# SparkKG-ML Tutorial

Welcome to this tutorial on **SparkKG-ML**, a Python library designed to facilitate machine learning with Spark on semantic web and knowledge graph data.

In this notebook, we will walk through the installation of SparkKG-ML, and demonstrate some of the key functionalities including data acquisition from SPARQL endpoints, feature engineering, vectorization, and semantification. We will also create a simple pipeline and evaluate the results.

## Installation

We begin by installing the SparkKG-ML library.


In [None]:

!pip install sparkkgml


## Data Acquisition

We will retrieve data from a SPARQL endpoint and convert it into a Spark DataFrame using the `getDataFrame` function. Here's how you can achieve that.


In [None]:

from sparkkgml.data_acquisition import DataAcquisition

# Create an instance of DataAcquisition
dataAcquisitionObject = DataAcquisition()

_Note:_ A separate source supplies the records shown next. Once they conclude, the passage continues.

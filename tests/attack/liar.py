"""A service that shows two histories: a proxy before two services that have the same keys and went different ways. Requests
of some parties go to the second, all others to the first.

    liar.py PORT PORT-FILE FIRST-URL SECOND-URL CONTROL-FILE

The control file holds words, read at every request: the key ids (hex) of parties that are shown the second history; `relay`,
and each side is told what the other side's clients cosigned; `hide`, and nobody is told of any cosigned head."""
import http.server
import json
import re
import sys
import urllib.error
import urllib.request

port, port_file, first, second, control = sys.argv[1:]


def ask(url, method, path, body, headers):
    request = urllib.request.Request(url + path, body, headers, method=method)
    try:
        answer = urllib.request.urlopen(request, timeout=60)
    except urllib.error.HTTPError as error:
        answer = error
    return answer.status, answer.headers.get('Content-Type', ''), answer.read()


class Liar(http.server.BaseHTTPRequestHandler):
    protocol_version = 'HTTP/1.1'

    def log_message(self, *_):
        pass

    def answer(self):
        words = open(control).read().split()
        length = int(self.headers.get('Content-Length') or 0)
        body = self.rfile.read(length) if length else None
        keyid = re.search('keyid="([0-9a-f]+)"', self.headers.get('Signature-Input', ''))
        other = keyid is not None and keyid.group(1) in words
        headers = {k: v for k, v in self.headers.items() if k.lower() not in ('connection', 'content-length')}
        url = second if other else first
        status, kind, data = ask(url, self.command, self.path, body, headers)
        if self.path == '/v1/ledger/head' and status == 200:
            doc = json.loads(data)
            if 'relay' in words:
                doc['cosigned'] += json.loads(ask(first if other else second, 'GET', self.path, None, {'Host': headers['Host']})[2])['cosigned']
            if 'hide' in words:
                doc['cosigned'] = []
            data = json.dumps(doc).encode()
        self.send_response(status)
        self.send_header('Content-Type', kind)
        self.send_header('Content-Length', str(len(data)))
        self.end_headers()
        self.wfile.write(data)

    do_GET = do_POST = answer


server = http.server.ThreadingHTTPServer(('127.0.0.1', int(port)), Liar)
with open(port_file, 'w') as f:
    f.write('%d\n' % server.server_address[1])
server.serve_forever()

# Specify the SPARQL endpoint and query
endpoint = "https://recipekg.arcc.albany.edu/RecipeKG"
query ='''
    PREFIX schema: <https://schema.org/>
    PREFIX recipeKG:<http://purl.org/recipekg/>
    SELECT  ?recipe
    WHERE { ?recipe a schema:Recipe. }
    LIMIT 3
'''

# Retrieve the data as a Spark DataFrame
spark_df = dataAcquisitionObject.getDataFrame(endpoint=endpoint, query=query)
spark_df.show()


## Feature Engineering

After acquiring the data, we can use the `getFeatures` function to extract features and their descriptions from the Spark DataFrame.


In [None]:

from sparkkgml.feature_engineering import FeatureEngineering
from pyspark.sql.functions import regexp_replace

# Clean the data
spark_df = spark_df.withColumn("recipe", regexp_replace('recipe', 'http://purl.org/recipekg/recipe/', ''))

# Create an instance of FeatureEngineering
featureEngineeringObject = FeatureEngineering()

# Extract features
df2, features = featureEngineeringObject.getFeatures(spark_df)
df2.show()
print(features)


## Vectorization

Next, we can vectorize the features we extracted using the `vectorize` function.


In [None]:

from sparkkgml.vectorization import Vectorization

# Create an instance of Vectorization
vectorizationObject = Vectorization()

# Vectorize the DataFrame
digitized_df = vectorizationObject.vectorize(df2, features)
digitized_df.show(5)


## Semantification

Finally, we will use the `semantify` function to convert the DataFrame results into RDF data in Turtle format.


In [None]:

from sparkkgml.semantification import Semantification

# Create an instance of Semantification
semantificationObject = Semantification()

# Semantify the data
semantificationObject.semantify(df2, namespace="http://example.com/", exp_uri="recipe", exp_label="calorie", exp_prediction="category", dest="output.ttl")


## Conclusion

In this tutorial, we installed SparkKG-ML, retrieved data from a SPARQL endpoint, performed feature engineering, vectorized the data, and finally semantified the machine learning results. This demonstrates how SparkKG-ML facilitates a complete machine learning pipeline with semantic web and knowledge graph data.

Feel free to explore the additional functionalities in the SparkKG-ML documentation.